Repris dans le livre-disque  Les Bayadères  de Catel (Palazzetto Bru Zane, collection Opéra français, 2014).

Synopsis

La scène se situe en Inde à Bénarès, ville sur le Gange.

Acte I

À l’intérieur du harem.

Le rajah indien Démaly est dans une situation délicate : il doit, selon la loi, choisir une épouse parmi les femmes de son harem alors qu’il n’en aime aucune. Il est en revanche épris de la Bayadère Laméa, danseuse sacrée attachée au culte de Brahma qu’il est interdit d’épouser. Le chef des Marattes, Olkar, le tire involontairement d’embarras : pendant que les prêtres et ministres du rajah tentent de guérir sa mélancolie par des fêtes, des danses et des plaisirs, il investit Bénarès à la tête de ses guerriers, jette le prince en prison et s’empare du harem.

Acte II

Le théâtre représente le bois sacré qui entoure la grande pagode de Bénarès ; on voit à droite un arc de triomphe qui conduit à la place publique.  

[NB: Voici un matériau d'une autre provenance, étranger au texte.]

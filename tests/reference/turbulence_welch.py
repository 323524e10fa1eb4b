#!/usr/bin/python3
"""Cross-check of floatpitch's turbulence field with a general-purpose library (SciPy).

floatpitch flies the test airplane through an hour of Dryden turbulence; the gust it met at the
wing (held.csv, gust_w_wing and gust_u_wing) is a record of the field along the path. Its power
spectral density, estimated by scipy.signal.welch and turned from time to spatial frequency
(Omega = 2 pi f / V, Phi(Omega) = S(f) V / (2 pi)), must match the published Dryden spectra of
MIL-F-8785C section 3.7 with the intensities and scale lengths floatpitch reports in summary.json,
and its variance must match sigma^2 (the check that catches a shaping filter fed with noise of
the wrong intensity, the "1/pi" trap). Tolerances are statistical: 4 standard deviations of the
estimate for the record's length in scale lengths (Welch: Bendat and Piersol, Random Data,
sec. 8.5: relative standard error 1/sqrt(n_d) for n_d averages), plus 5 % for the airplane's
ground-speed changes and the spline between the record's samples.
Exit 77 (CTest: skipped) when SciPy is not installed.
Usage: turbulence_welch.py FLOATPITCH_BINARY SCENARIO WORKDIR
"""
import csv, json, math, os, subprocess, sys

try:
    import numpy as np
    from scipy import signal
except ImportError:
    print("SKIPPED: python3-scipy is not installed (apt-get install python3-scipy)")
    sys.exit(77)

exe, scenario, work = sys.argv[1], sys.argv[2], sys.argv[3]
os.makedirs(work, exist_ok=True)
subprocess.check_call([exe, "run", scenario, "--out", work, "--quiet"])
summary = json.load(open(work + "/summary.json"))
turb = summary["turbulence"]
V = summary["trim"]["airspeed_mps"]
with open(work + "/held.csv") as f:
    rd = csv.reader(f)
    head = next(rd)
    data = np.array([[float(x) for x in r] for r in rd])
col = {h.split(" [")[0]: i for i, h in enumerate(head)}
t = data[:, col["time"]]
dt = t[1] - t[0]
failures = checks = 0


def dryden(comp, sigma, L, Om):
    x = L * Om
    if comp == "u":
        return sigma**2 * (2 * L / math.pi) / (1 + x**2)
    return sigma**2 * (L / math.pi) * (1 + 3 * x**2) / (1 + x**2) ** 2


for comp, channel in (("w", "gust_w_wing"), ("u", "gust_u_wing")):
    sigma, L = turb["sigma_%s_mps" % comp], turb["scale_%s_m" % comp]
    y = data[:, col[channel]]
    n_scales = V * (t[-1] - t[0]) / L
    # variance: relative standard error about sqrt(2 L / X) for an exponentially correlated process
    checks += 1
    var = np.var(y)
    tol = 4 * math.sqrt(2.0 / n_scales) + 0.05
    ok = abs(var / sigma**2 - 1) < tol
    failures += not ok
    print(f"{comp}: variance {var:.4f} m2/s2 against sigma^2 {sigma**2:.4f} ({var / sigma**2:.3f}, allowed +-{tol:.3f})"
          f" over {n_scales:.0f} scale lengths: {'ok' if ok else 'FAILED'}")
    # spectrum: segments of about 40 scale lengths; the first three bins are left out (the Hann
    # window's main lobe reaches the removed mean there)
    nseg = int(2 ** round(math.log2(40 * L / (V * dt))))
    f, S = signal.welch(y, fs=1.0 / dt, window="hann", nperseg=nseg, noverlap=nseg // 2, detrend="constant")
    Om = 2 * math.pi * f / V
    Phi = S * V / (2 * math.pi)
    n_avg = (len(y) - nseg) // (nseg // 2) + 1
    # the check can tell a scale length 30 % off (the example of an error to catch): the
    # same bands against the published spectrum with L x 1.3 and L / 1.3 must each miss in at
    # least one band (at high Omega L the Dryden spectra go as 1/L: a 30 % miss)
    for wrong in (1.3, 1 / 1.3):
        missed = False
        for lo, hi in ((0.5, 1.0), (1.0, 2.0), (2.0, 4.0), (4.0, 10.0)):
            sel = (Om * L >= lo) & (Om * L < hi) & (np.arange(len(Om)) >= 3)
            nb = int(sel.sum())
            if nb == 0:
                continue
            r = Phi[sel].sum() / sum(dryden(comp, sigma, L * wrong, o) for o in Om[sel])
            missed |= abs(r - 1) >= 4 / math.sqrt(0.9 * n_avg * nb) + 0.05
        checks += 1
        failures += not missed
        print(f"{comp}: with the scale length x {wrong:.3f} the bands {'miss: the check can tell' if missed else 'STILL PASS: the check cannot tell'}")
    for lo, hi in ((0.5, 1.0), (1.0, 2.0), (2.0, 4.0), (4.0, 10.0)):
        sel = (Om * L >= lo) & (Om * L < hi) & (np.arange(len(Om)) >= 3)
        nb = int(sel.sum())
        if nb == 0:
            continue
        checks += 1
        ratio = Phi[sel].sum() / sum(dryden(comp, sigma, L, o) for o in Om[sel])
        tol = 4 / math.sqrt(0.9 * n_avg * nb) + 0.05
        ok = abs(ratio - 1) < tol
        failures += not ok
        print(f"{comp}: Welch PSD / published Dryden over Omega L {lo}-{hi} ({nb} bins, {n_avg} segments): "
              f"{ratio:.3f} (allowed +-{tol:.3f}): {'ok' if ok else 'FAILED'}")
print(f"{checks - failures} passed, {failures} failed")
sys.exit(1 if failures else 0)
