// svg.cpp — small SVG plots for the report (see svg.hpp).
#include "report/svg.hpp"
#include "util/ticks.hpp"

#include <algorithm>
#include <cmath>
#include <cstdio>

namespace fp::svg {

namespace {

constexpr const char* kFont = "font-family=\"sans-serif\"";

struct Look {
  const char* stroke;
  double width;
  const char* dash;   // "" = solid
};

// Distinct in grey-scale print: dark solid, light dashed, mid dotted, thin dash-dot.
Look look(Style s) {
  switch (s) {
    case Style::first: return {"#1c2b4a", 2.0, ""};
    case Style::second: return {"#e08a2e", 2.2, "7 4"};
    case Style::third: return {"#6f6f6f", 1.6, "2 3"};
    case Style::reference: return {"#4a4a4a", 1.0, "6 3 1.5 3"};
    case Style::faint: return {"#c4c4c4", 0.9, ""};
  }
  return {"#000", 1.0, ""};
}

std::string f1(double v) {
  char b[32];
  std::snprintf(b, sizeof b, "%.1f", v);
  return std::string(b) == "-0.0" ? "0.0" : b;
}

std::string stroke_attrs(Style s) {
  const Look l = look(s);
  std::string a = "stroke=\"" + std::string(l.stroke) + "\" stroke-width=\"" + f1(l.width) + "\" fill=\"none\"";
  if (*l.dash) a += " stroke-dasharray=\"" + std::string(l.dash) + "\"";
  return a;
}

std::string text(double x, double y, const std::string& s, const char* anchor = "start", int size = 11,
                 const char* extra = "") {
  return "<text x=\"" + f1(x) + "\" y=\"" + f1(y) + "\" " + kFont + " font-size=\"" + std::to_string(size) +
         "\" text-anchor=\"" + anchor + "\"" + extra + ">" + escape(s) + "</text>\n";
}

// Text with a white halo so that it stays legible over lines.
std::string halo_text(double x, double y, const std::string& s, const char* anchor, int size = 10) {
  return text(x, y, s, anchor, size,
              " fill=\"#222\" stroke=\"#fff\" stroke-width=\"3\" stroke-linejoin=\"round\" paint-order=\"stroke\"");
}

Vainqueur, Olkar veut à présent se rendre maître d’un fabuleux trésor : le bandeau de Vishnou. Mais le rajah l’a caché et ne veut s’en dessaisir. Olkar imagine alors, pour le faire fléchir, d’utiliser Laméa. C’est toutefois compter sans l’intelligence de la Bayadère : héroïque, elle a déjà commencé à rassembler les partisans de Démaly afin de lui rendre son trône par la force ou la ruse. Elle accepte la proposition faite par Olkar de rencontrer Démaly pour qu’il révèle son secret. Mais elle profite de sa rencontre avec  le prisonnier pour lui faire part de ses plans de soulèvement et l’exhorter au courage. Retournant ensuite vers Olkar, elle feint de pouvoir lui apporter le bandeau qu’il convoite : elle le fera au cours d’une splendide fête, organisée pour les vainqueurs et les vaincus, qui aura lieu sur la place publique. Lors de cette fête, elle entreprend de séduire Olkar pour l’affaiblir. Ses compagnes, les autres Bayadères, font de même avec ses guerriers. Usant des charmes de la volupté, elles les désarment. Les partisans de Démaly n’ont plus alors qu’à fondre sur eux pour les faire fuir.

Acte III

À l’intérieur du palais du rajah.

Laméa a rétabli son prince sur le trône mais, en dépit de son amour pour lui, ne veut pas l’épouser car ce serait enfreindre la loi sacrée. Démaly, pour la conquérir va user à son tour d’un stratagème. Il prétend avoir reçu pendant le combat avec des Marattes une blessure mortelle. La désolation règne parmi ses sujets. Le Brame déclare avec solennité que, s’il meurt sans être marié, son salut dans l’au-delà est compromis. Il autorise donc la plus courageuse des femmes du harem à s’unir à son rajah, rappelant néanmoins que l’élue devra périr alors à sa suite sur le bûcher. Laméa, seule, suit son coeur et accepte sans faiblir ce cruel destin. Démaly apparaît alors bien vivant aux yeux de tous et l’invite à le rejoindre sur le trône plutôt que dans les flammes. Le Brame donne son consentement en rappelant que le dieu Vishnou avait lui-même contracté une telle union. Les réjouissances peuvent débuter.